Below are the records. Reproduce the line that contains "gaugedRange_m?: [number, number];" and every line after it to the end, exactly and alone.

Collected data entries
===

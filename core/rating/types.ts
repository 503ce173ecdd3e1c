// Plain-data types of a stage–discharge rating. All stages in metres above gauge datum, discharge in m³/s.

/** One power-law piece Q = coefficient · (stage + shift − offset_m)^exponent, used from fromStage_m upward. */
export interface RatingSegment {
  /** Lower breakpoint, m: the segment applies from here up to the next segment's fromStage_m. */
  fromStage_m: number;
  /** C in Q = C·(h − e)^b, in m³/s per m^b; must be > 0. */
  coefficient: number;
  /** e, the gauge height of zero flow for this segment, m. */
  offset_m: number;
  /** b, dimensionless; must be > 0. */
  exponent: number;
}

/** A rating: segments sorted by fromStage_m (strictly ascending); the first also applies below its breakpoint. */
export interface Rating {
  segments: RatingSegment[];
  /** Lowest and highest gauged stage, m; stages outside it are extrapolated. */
  gaugedRange_m?: [number, number];
}

/** One gauging: the stage during the measurement (m) and the measured discharge (m³/s). */
export interface GaugingPoint {
  stage_m: number;
  discharge_m3s: number;
}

===

» Expected output:
  gaugedRange_m?: [number, number];
}

/** One gauging: the stage during the measurement (m) and the measured discharge (m³/s). */
export interface GaugingPoint {
  stage_m: number;
  discharge_m3s: number;
}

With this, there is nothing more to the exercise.